# Problem mit Servlet ansprechen



## robb (11. Jan 2007)

Hi,

ich bin mir nicht direkt sicher ob es hier in diese Rubrik passt aber woanders würde es noch weniger passen.
Ich habe ein Applet und ein Servlet geschrieben und möchte diese unter Tomcat zum laufen bringen auf einem Server.
Lokal habe ich die Anwendung schon getestet und es lief alles Reibungslos.
Auf dem neuen Tomcat Server habe ich im Moment damit zu kämpfen, dass ich das Servlet nicht ansprechen kann.

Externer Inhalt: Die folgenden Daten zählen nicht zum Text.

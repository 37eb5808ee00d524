import { describe, expect, it } from 'vitest';
import { parseDecimal } from './parse-decimal';

describe('parseDecimal (what a scout types on a phone keyboard)', () => {
  it('reads point and comma decimals, signs and exponents', () => {
    expect(parseDecimal('0.005')).toBe(0.005);
    expect(parseDecimal(' 0,005 ')).toBe(0.005);
    expect(parseDecimal('-12.5')).toBe(-12.5);
    expect(parseDecimal('5e-3')).toBe(0.005);
    expect(parseDecimal('.5')).toBe(0.5);
  });
  it('refuses empty text and junk instead of guessing', () => {
    for (const t of ['', ' ', 'abc', '12m', '1.2.3', '--1', 'Infinity', 'NaN']) expect(parseDecimal(t)).toBeNull();
  });
});
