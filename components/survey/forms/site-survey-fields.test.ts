import { describe, expect, it } from 'vitest';
import { SITE_SURVEY_FIELDS } from '../../../shared/schemas';
import { mayWrite } from '../../../sync/protocol';
import { fieldsForChoice } from '../ground/ground-choices';
import { checkSiteNotes } from './site-form-logic';

describe('what a scout may write on a site (roles.ts: survey.write covers ground and site notes)', () => {
  it('a scout may change the ground and the site notes of an existing site, and nothing else on it', () => {
    const ground = Object.keys(fieldsForChoice('wet-meadow'));
    const notes = Object.keys(checkSiteNotes({ accessNotes: 'gate', rules: 'no stakes', notes: '' }).fields!);
    for (const keys of [ground, notes]) {
      expect(keys.every((k) => (SITE_SURVEY_FIELDS as readonly string[]).includes(k))).toBe(true);
      expect(mayWrite('scout', 'sites', 'upsert', keys, false)).toBe(true);
    }
    expect(mayWrite('scout', 'sites', 'upsert', ['name'], false)).toBe(false);
    expect(mayWrite('scout', 'sites', 'upsert', ['groundClass', 'refLat'], false)).toBe(false);
    expect(mayWrite('scout', 'sites', 'upsert', ['groundClass'], true)).toBe(false);
    expect(mayWrite('scout', 'sites', 'delete', [], false)).toBe(false);
    expect(mayWrite('crew', 'sites', 'upsert', ['groundClass'], false)).toBe(false);
  });
});
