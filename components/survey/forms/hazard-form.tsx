import { useState } from 'react';
import { View } from 'react-native';
import { Select, TextField, Txt } from '@/components/ui';
import { colors, spacing } from '@/constants/theme';
import { useRecordSave } from '@/hooks/survey/use-record-save';
import type { PositionState } from '@/hooks/survey/use-position';
import { useUnits } from '@/hooks/use-units';
import { HAZARD_KINDS, VOLTAGE_CLASSES, type Hazard } from '@/shared/schemas';
import { PointMarker } from '../placement/point-marker';
import { FormFooter } from './form-footer';
import { AREA_BY_DEFAULT, HAZARD_KIND_LABEL, VOLTAGE_HELP, checkHazard, draftFromHazard, emptyHazardDraft, type HazardDraft, type HazardKind } from './hazard-form-logic';
import { PowerLineCaution } from './power-line-caution';

type Props = { siteId: string; position: PositionState; existing?: Hazard; kind?: HazardKind; onDone: (id: string | null) => void; onDraftPoints?: (p: HazardDraft['points']) => void };

export function HazardForm({ siteId, position, existing, kind = 'power-line', onDone, onDraftPoints }: Props) {
  const { lengthToM, mToLength, lengthUnit } = useUnits();
  const { busy, saveError, run, upsert } = useRecordSave();
  const [draft, setDraft] = useState<HazardDraft>(() => (existing ? draftFromHazard(existing, mToLength) : emptyHazardDraft(kind)));
  const set = <K extends keyof HazardDraft>(k: K) => (v: HazardDraft[K]) => setDraft((d) => ({ ...d, [k]: v }));
  const setPoints = (points: HazardDraft['points']) => { set('points')(points); onDraftPoints?.(points); };
  const check = checkHazard(draft, siteId, lengthToM);
  const isPower = draft.kind === 'power-line';

  const save = () => run(async () => {
    if (!check.fields) return;
    const id = await upsert('hazards', existing, check.fields, check.fields.label);
    onDraftPoints?.([]);
    onDone(id);
  });

  return (
    <View testID="hazard-form">
      <Txt variant="title" style={{ marginBottom: spacing.m }}>{existing ? `Edit ${existing.label}` : `New ${HAZARD_KIND_LABEL[draft.kind].toLowerCase()}`}</Txt>
      <Select label="What is it?" testID="hazard-kind" value={draft.kind} onChange={(k) => setDraft((d) => ({ ...d, kind: k, isArea: AREA_BY_DEFAULT[k], voltageClass: k === 'power-line' ? d.voltageClass ?? 'unknown' : null }))}
        options={HAZARD_KINDS.map((k) => ({ value: k, label: HAZARD_KIND_LABEL[k] }))} />
      {isPower ? <PowerLineCaution /> : null}
      <TextField label="Label" testID="hazard-label" value={draft.label} onChangeText={set('label')} error={draft.label ? check.errors.label : undefined} hint={isPower ? 'For example “Line along the north fence”' : undefined} />
      {!isPower ? (
        <Select label="Drawn as" testID="hazard-shape" value={draft.isArea ? 'area' : 'line'} onChange={(v) => set('isArea')(v === 'area')} options={[{ value: 'line', label: 'A line' }, { value: 'area', label: 'An area (corners)' }]} />
      ) : null}
      <Txt variant="caption" color={colors.inkMuted} style={{ marginBottom: spacing.s }}>
        {isPower ? 'Walk along the line (never under a sagging or broken one) and mark at least two points: at poles, where it crosses a path, where it bends.' : draft.isArea ? 'Walk its edge and mark each corner.' : 'Mark points along it.'}
      </Txt>
      <PointMarker position={position} points={draft.points} onPoints={setPoints} testID="hazard-points" noun={draft.isArea ? 'corner' : 'point'} />
      {check.errors.points && draft.points.length > 0 ? <Txt color={colors.danger} testID="hazard-points-error">{check.errors.points}</Txt> : null}
      {isPower ? (
        <>
          <Select label="Voltage class" testID="hazard-voltage" value={draft.voltageClass} onChange={set('voltageClass')} options={VOLTAGE_CLASSES.map((v) => ({ value: v, label: VOLTAGE_HELP[v].label }))} />
          <View style={{ marginBottom: spacing.l, gap: spacing.xs }} testID="hazard-voltage-help">
            {VOLTAGE_CLASSES.map((v) => (
              <Txt key={v} variant="caption" color={draft.voltageClass === v ? colors.ink : colors.inkMuted}>
                <Txt variant="caption" style={{ fontWeight: '700' }}>{VOLTAGE_HELP[v].label}: </Txt>{VOLTAGE_HELP[v].help}
              </Txt>
            ))}
          </View>
          <TextField label="Voltage if known" testID="hazard-kv" suffix="kV" inputMode="decimal" value={draft.voltageKvText} onChangeText={set('voltageKvText')} error={check.errors.voltageKv} hint="From a pole tag or the utility; leave empty if not known" />
          <TextField label="Estimated height of the lowest wire" testID="hazard-height" suffix={lengthUnit} inputMode="decimal" value={draft.heightText} onChangeText={set('heightText')} error={check.errors.heightM} hint="Estimate from the ground; never measure it by touching" />
        </>
      ) : null}
      <TextField label="Notes" testID="hazard-notes" multiline value={draft.notes} onChangeText={set('notes')} error={check.errors.notes} />
      <FormFooter testID="hazard" questions={check.questions} blockers={Object.values(check.errors)} saveError={saveError} canSave={!!check.fields && !busy} busy={busy} onSave={save} onCancel={() => { onDraftPoints?.([]); onDone(null); }} />
    </View>
  );
}
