import { StyleSheet, View } from 'react-native';
import { Button, ErrorText, Txt } from '@/components/ui';
import { colors, radii, spacing } from '@/constants/theme';

/** Questions (save anyway) and the form's errors, then Save / Cancel, the same on every survey form. */
export function FormFooter({ testID, questions, blockers = [], saveError, canSave, busy, onSave, onCancel, saveLabel = 'Save' }: {
  testID: string; questions: string[];
  /** Why Save is not offered yet, in plain words (the form's current errors). */
  blockers?: string[]; saveError?: string | null; canSave: boolean; busy?: boolean; onSave: () => void; onCancel: () => void; saveLabel?: string;
}) {
  return (
    <View style={styles.wrap}>
      {questions.length > 0 ? (
        <View style={styles.questions} testID={`${testID}-questions`}>
          {questions.map((q) => <Txt key={q} color={colors.warning} variant="bodyStrong">⚠ {q}</Txt>)}
        </View>
      ) : null}
      {!canSave && !busy && blockers.length > 0 ? (
        <View style={styles.blockers} testID={`${testID}-blockers`}>
          <Txt variant="label">Before saving:</Txt>
          {[...new Set(blockers)].map((b) => <Txt key={b} variant="caption">• {b.charAt(0).toUpperCase() + b.slice(1)}</Txt>)}
        </View>
      ) : null}
      <ErrorText message={saveError} testID={`${testID}-save-error`} boxed />
      <View style={styles.row}>
        <Button label={saveLabel} testID={`${testID}-save`} icon="check-circle" disabled={!canSave} busy={busy} onPress={onSave} style={styles.grow} />
        <Button label="Cancel" testID={`${testID}-cancel`} variant="secondary" onPress={onCancel} />
      </View>
    </View>
  );
}

const styles = StyleSheet.create({
  wrap: { gap: spacing.m, marginTop: spacing.s },
  questions: { backgroundColor: colors.warningSoft, borderRadius: radii.m, padding: spacing.m, gap: spacing.xs, borderWidth: 1.5, borderColor: colors.warning },
  row: { flexDirection: 'row', gap: spacing.s },
  blockers: { gap: spacing.xxs, padding: spacing.m, borderRadius: radii.m, backgroundColor: colors.surfaceSunk },
  grow: { flex: 1 },
});
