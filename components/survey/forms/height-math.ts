import { LAUNCH_METHODS as REACH_METHODS, laserSineHeightM, percentHeightM, tangentHeightM, twoAngleHeightM, usableAttachmentHeightM, type LaunchMethod } from '../../../shared/heights';
import type { HeightMath } from './height-form-logic';

/** The height form's doorway to shared/heights (the formulas and their sources live there). */
export const heightMath: HeightMath = {
  tangent: (distanceM, topDeg, eyeHeightM) => tangentHeightM({ distanceM, topDeg, eyeHeightM }),
  twoAngle: (distanceM, topDeg, baseDeg) => twoAngleHeightM({ distanceM, topDeg, baseDeg }),
  percent: (distanceM, topPercent, basePercent) => percentHeightM({ distanceM, topPercent, basePercent }),
  sine: (slantM, topDeg, eyeHeightM) => laserSineHeightM({ slantTopM: slantM, topDeg, eyeHeightM }),
};

export const ATTACH_DEFAULT_NOTE = 'a common-practice default from the tree height and the launch method; change it to what you see';

/**
 * Suggested usable attachment height for a tree (shared/heights defaults, marked common practice there), or
 * null when there is no rule for the launch method (climbing, none) or no method chosen yet.
 */
export function defaultAttachHeightM(treeHeightM: number, launch: string | null): number | null {
  if (!launch || !(REACH_METHODS as readonly string[]).includes(launch)) return null;
  if (!(treeHeightM > 0) || treeHeightM > 150) return null;
  return usableAttachmentHeightM({ treeHeightM, method: launch as LaunchMethod }).heightM;
}
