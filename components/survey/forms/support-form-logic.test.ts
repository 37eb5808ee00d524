import { describe, expect, it } from 'vitest';
import { M_PER_FT } from '../../../hooks/length-format';
import { checkSupport, draftFromSupport, emptySupportDraft, type SupportDraft } from './support-form-logic';

const siteId = '11111111-1111-4111-8111-111111111111';
const metres = (v: number) => v;
const feet = (v: number) => v * M_PER_FT;
const placed = (over: Partial<SupportDraft> = {}): SupportDraft => ({ ...emptySupportDraft('tree'), label: 'Big oak', lat: 44.5, lon: -93.2, positionAccuracyM: 3, launchMethod: 'throw-bag', ...over });

describe('support form logic (shared supportFieldsSchema + plausibility questions)', () => {
  it('a placed tree with a height in feet is stored in metres (1 ft = 0.3048 m)', () => {
    const r = checkSupport(placed({ heightText: '60', attachHeightText: '45' }), siteId, feet);
    expect(r.errors).toEqual({});
    expect(r.fields?.heightM).toBeCloseTo(18.288, 9);
    expect(r.fields?.attachHeightM).toBeCloseTo(13.716, 9);
    expect(r.fields?.maxEnds).toBe(2);
  });

  it('a 300 m tree is refused with the schema’s plain-words message', () => {
    const r = checkSupport(placed({ heightText: '300' }), siteId, metres);
    expect(r.fields).toBeNull();
    expect(r.errors.heightM).toMatch(/120 m/);
  });

  it('a 45 m tree is saved but questioned; a 25 m mast too', () => {
    const tree = checkSupport(placed({ heightText: '45' }), siteId, metres);
    expect(tree.fields).not.toBeNull();
    expect(tree.questions.join(' ')).toMatch(/45 m tree/);
    const mast = checkSupport(placed({ kind: 'mast', heightText: '25', launchMethod: 'none' }), siteId, metres);
    expect(mast.questions.join(' ')).toMatch(/25 m mast/);
  });

  it('refuses an unplaced support, junk numbers, and an attachment above the top', () => {
    const r = checkSupport({ ...emptySupportDraft('tree'), label: '', heightText: 'tall', attachHeightText: '' }, siteId, metres);
    expect(r.fields).toBeNull();
    expect(r.errors.lat).toMatch(/GPS fix/);
    expect(r.errors.heightM).toMatch(/as a number/);
    expect(r.errors.label).toMatch(/label is required/);
    const above = checkSupport(placed({ heightText: '10', attachHeightText: '12' }), siteId, metres);
    expect(above.errors.attachHeightM).toMatch(/cannot be higher/);
  });

  it('questions a fix worse than half the site, and a merely poor fix on an unknown site', () => {
    expect(checkSupport(placed({ positionAccuracyM: 80 }), siteId, metres, { siteSpanM: 120 }).questions.join(' ')).toMatch(/half the size of the site/);
    expect(checkSupport(placed({ positionAccuracyM: 20 }), siteId, metres).questions.join(' ')).toMatch(/good to 20 m/);
    expect(checkSupport(placed({ positionAccuracyM: 600 }), siteId, metres).errors.positionAccuracyM).toMatch(/500 m/);
  });

  it('opening and saving a support unchanged keeps its measured metres exactly (no rounding to the shown digits)', () => {
    const stored = checkSupport(placed({ heightText: '15.604150764', attachHeightText: '12.4833' }), siteId, metres).fields!;
    const again = checkSupport(draftFromSupport(stored, (x) => x), siteId, metres).fields!;
    expect(again.heightM).toBe(stored.heightM);
    expect(again.attachHeightM).toBe(stored.attachHeightM);
    const edited = checkSupport({ ...draftFromSupport(stored, (x) => x), heightText: '16' }, siteId, metres).fields!;
    expect(edited.heightM).toBe(16);
  });

  it('a stored support comes back into the form in the person’s units', () => {
    const r = checkSupport(placed({ heightText: '18.3' }), siteId, metres);
    const d = draftFromSupport(r.fields!, (m) => m / M_PER_FT);
    expect(d.heightText).toBe('60');
    expect(d.label).toBe('Big oak');
  });
});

Habe es schon versucht mit dem Browser auf ein Servlet zu kommen nur hat dies auch nicht zu dem gewünschten Erfolg geführt. 
Die Beispiel-Servlets auf dem Server können auch nicht angesprochen werden. Deswegen denke ich wird es an der Konfiguration des Servers im Allgemeinen liegen. 
Hab mir die Konfigurationsdateien unter /conf alle noch einmal angeguckt nur konnte keine Unterschiede zwischen meinem lokalen Server und dem anderen finden. 
Vielleicht hat ja noch jemand ne Idee was ich mir nochmal angucken könnte,

Gruss Robb


----------



## MatthiasKnorr (11. Jan 2007)

Hi,

- läuft der Tomcat?
- auf dem Host und Port wie du vermutest?
- ist ne Firewall dazwischen?
- findest du etwas in den LogFiles?

Grüße,
Matthias


----------



## robb (11. Jan 2007)

Tomcat läuft auf dem Host und Port wie vermutet. Ich kriege mein Applet auch gestartet. Nur sobald ich über die Methode ausführe in der eine Socketverbindung zu dem Servlet aufgebaut wird, wird mir der Zugriff verwährt.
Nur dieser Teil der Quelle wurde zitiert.